In the following  some estimates are rough and corrections are welcome. Let $p_i$ be the $i$th prime and $P_t$ the product of the first $t$ primes. For example $p_{10000}=104729$ and $P_{10000} \approx e^{104392.2}.$ This illustrates the estimate $\ln{P_t} \approx p_t.$
Define $h(t)$ to be the smallest $N$ so that out of every $N$ consecutive integers at least one is relatively prime to $P_t$.  Equivalently, it is the largest $N$ such that some $N-1$ consecutive integers each have a  prime divisor from among the first $t$ primes. Equivalent to that is that $h(t)$ is the largest $N$  such that there is a choice of $t$ residues 
$ k_{1t},\cdots ,k_{tt} $ with $\cup_1^t A_{it} \supset [1,N-1].$  where $A_{it}=k_{it}+np_i.$ 
According to this article $h(t) \gt (2e^{\gamma}+o(1))\frac{p_t\ln{p_t}\ln_3{p_t}}{ln_2^2{p_t}}$ where $\ln_j$ is the $j$-fold iterated logarithm. This lower bound seems reasonably close for $t \lt 50$ (the limit of knowledge at the time, and perhaps now). The best known upper bound is $h(t) \lt  \ln^2(P_t).$ Using the estimate above that $\ln{P_t} \approx p_t$ we then get that $h(t) \lt p_t^2.$ I have seen it conjectured in a paper from 1976 that  perhaps $h(t)=O(t^{1+\epsilon}).$ Note that $p_t \approx t\ln{t}=o(t^{1+\epsilon})$ I don't know how current that is. An off topic note is that sometimes one can find a longer interval of integers all enjoying a divisor from $p_1,\dots,p_{t-1},p_{t+1}$
With the notation above a weaker form of your question is 

Is there an integer $M$ and system of residues $k_i$ such that for $A_i=k_i+np_i$ we have    
  
  
*
  
*$\cup A_{i}=\mathbb{N}$
  
*With only finitely many exceptions, $k_i \gt \frac{p_i^2}{M}$

(I didn't get the motivation to require $p_i$ relatively prime to $M$. Was it just to forbid at least one prime?)

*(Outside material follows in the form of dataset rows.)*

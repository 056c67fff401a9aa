import { escapeHtml } from './html.js';

/** The part of a joint.json document the report reads. */
interface JointDocumentView {
  readonly groups?: readonly {
    readonly section?: string;
    readonly traits?: readonly string[];
    readonly horizons?: number;
    readonly observations?: number;
    readonly sampling_covariance?: string;
    readonly best_model?: string | null;
    readonly models?: readonly {
      readonly id?: string;
      readonly k?: number;
      readonly logLik?: number | null;
      readonly aicc?: number | null;
      readonly delta_aicc?: number | null;
      readonly weight?: number | null;
      readonly params?: { readonly step_correlation?: readonly (readonly (number | null)[])[] | null } | null;
      readonly intervals?: { readonly step_correlation?: readonly (readonly ([number | null, number | null] | null)[])[] | null; readonly coverage_note?: string | null } | null;
      readonly flags?: readonly string[];
    }[];
  }[];
}

const shown = (value: number | null | undefined, digits = 4): string => (typeof value === 'number' && Number.isFinite(value) ? String(Number(value.toPrecision(digits))) : '—');

/**
 * The "Traits together" block of the report (`report --joint`): per
 * section with two or more traits, the joint models' table (K, logL, AICc,
 * ΔAICc, Akaike weight), the best model and, when it is a correlated model
 * with step correlations, each correlation in words with its 95% interval.
 * `figures` is the HTML of the group's figures, placed after its table.
 *
 * @example
 * jointBlock({ groups: [] }, () => '').startsWith('<p class="methods" data-block="joint-methods">Traits measured in the same section'); // true
 */
export function jointBlock(document: unknown, figures: (group: number) => string): string {
  const view = document as JointDocumentView;
  const intervals = (view as { provenance?: { options?: { intervals?: string } } }).provenance?.options?.intervals === 'profile';
  const methods = `<p class="methods" data-block="joint-methods">Traits measured in the same section were also fitted together: independent and correlated multivariate random walks, directional walks, stasis and Ornstein–Uhlenbeck models (Voje 2023, Paleobiology 49:747–764), by maximum likelihood with the exact likelihood of a vector Kalman filter over the trait means with their sampling covariances (missing trait values left out, none imputed); locations were estimated by generalised least squares and covariance matrices through a Cholesky factor with a log diagonal. Models were compared by AICc (Hurvich & Tsai 1989) with N the number of observed trait values, and Akaike weights (Burnham & Anderson 2002)${intervals ? '; 95% intervals are profile-likelihood intervals, evolutionary correlations R_jl / √(R_jj R_ll) included' : ''}.</p>`;
  return methods + '\n' + (view.groups ?? []).map((group, index) => {
    const traits = group.traits ?? [];
    const rows = (group.models ?? []).map((model) => `<tr${model.id === group.best_model ? ' class="best"' : ''}><td><code>${escapeHtml(model.id)}</code></td><td>${escapeHtml(model.k)}</td><td>${shown(model.logLik, 6)}</td><td>${shown(model.aicc, 6)}</td><td>${shown(model.delta_aicc, 3)}</td><td>${typeof model.weight === 'number' ? model.weight.toFixed(3) : '—'}</td></tr>`).join('');
    const best = (group.models ?? []).find((model) => model.id === group.best_model);
    const words: string[] = [];
    const correlation = best?.params?.step_correlation;
    if (best && correlation && best.id?.startsWith('correlated')) {
      for (let j = 0; j < traits.length; j++) {
        for (let l = j + 1; l < traits.length; l++) {
          const value = correlation[j]?.[l];
          if (typeof value !== 'number') continue;
          const interval = best.intervals?.step_correlation?.[j]?.[l];
          words.push(`Steps of ${traits[j]} and ${traits[l]} are ${Math.abs(value) < 0.1 ? 'nearly uncorrelated' : value > 0 ? 'correlated' : 'negatively correlated'}: ${shown(value, 2)}${interval ? ` [${shown(interval[0], 2)}, ${shown(interval[1], 2)}]` : ''}.`);
        }
      }
    }
    const sampling = group.sampling_covariance === 'estimated'
      ? 'The sampling covariance between traits within a horizon was estimated from specimens measured for several traits.'
      : 'Summary rows give no covariance between traits within a horizon; it was taken as 0 (diagonal), which can make correlated sampling error look like correlated evolution.';
    return `<h3>${escapeHtml(group.section || 'Traits')}: ${escapeHtml(traits.join(', '))}</h3>
<p>${escapeHtml(group.horizons)} horizons, ${escapeHtml(group.observations)} observed trait values (N of AICc). ${escapeHtml(sampling)}</p>
<table class="support"><thead><tr><th>model</th><th>K</th><th>logL</th><th>AICc</th><th>ΔAICc</th><th>weight</th></tr></thead><tbody>${rows}</tbody></table>
<p>${best ? `Best supported: <code>${escapeHtml(best.id)}</code>. ${words.map(escapeHtml).join(' ')}` : 'No model could be compared.'}</p>
${(best?.flags ?? []).map((flag) => `<p class="note">${escapeHtml(flag)}</p>`).join('\n')}
${best?.intervals?.coverage_note ? `<p class="note" data-note="interval-coverage">Measured coverage: ${escapeHtml(best.intervals.coverage_note)}.</p>` : ''}
${figures(index)}`;
  }).join('\n');
}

So the situation is that, as far as I know, no-one can say if $h(n) \gt \frac{p_t^2}{M}$ infinitely often, and there may even be reasons to doubt that. This is the case that you may completely change the residues each time you bring a new prime into play. In your case you want a single list of residues.Note that the choices which provide a good example for $h(n)$ may not be good for extending to $h(n+1)$.
$h(9)=39$ as shown by 
$$2, 3, 2, 5, 2, 11, 2, 3, 2, 13, 2, 23, 2, 3, 2, 7, 2, 19, 2, 3, 2, 17, 2, 5, 2, 3, 2, 11, 2, 7, 2, 3, 2, 5, 2$$
 $$ 13, 2, 3, 2, *, 2, *, 2, 3, 2, *, 2, *, 2, 3, 2, *, 2, 5, 2, 3, 2, 7, 2, *$$ 
This illustrates that $1+2n,2+3n,4+5n ,6+11n,10+13n,12+23n,16+7n,18+19n$ and $22+17n$ cover all the integers from $1$ to $67$ except for $40,42,46,48,52,60,66.$
The best we can do to extend this introducing the further primes $29,31,37,41,43$ is $h(10) \ge 42,h(11) \ge 46,h(12) \ge 48,h(13) \ge 52,h(14) \ge 60$ etc.The actual values are $46, 58, 66, 74, 90.$ But each requires a new selection of residues.
A: HINT: We first notice that if for every $(M,d)$ relatively prime there is at least one prime of the form $Mn+d$ then there are infinitely many primes of this form. The first number that every prime $p_i$ sieves is $p_i^2$ so $n_0 +1$ must be greater than $p_i^2/M$( where $n_0$ is the first number of the previous form that $p_i$ could sieve). If a prime divides $Mn+d$ for some number n it divides exactly $M(n+p_i)+d , M(n+2p_i)+d,etc.$. We can see that we have an arithmetic progression of the form $A_i=k_i+np_i$ where $k_i=n_0+1$ . Of course we can give more  conditions for the $k_i's$ but the meaning of the question is :Can we prove Dirichlet's theorem using only this  condition? This is the reason why my conjecture is a generalisation of Dirichlet's theorem.
Same reasoning gives the modification that I give in my question for the polignac's conjecture, etc.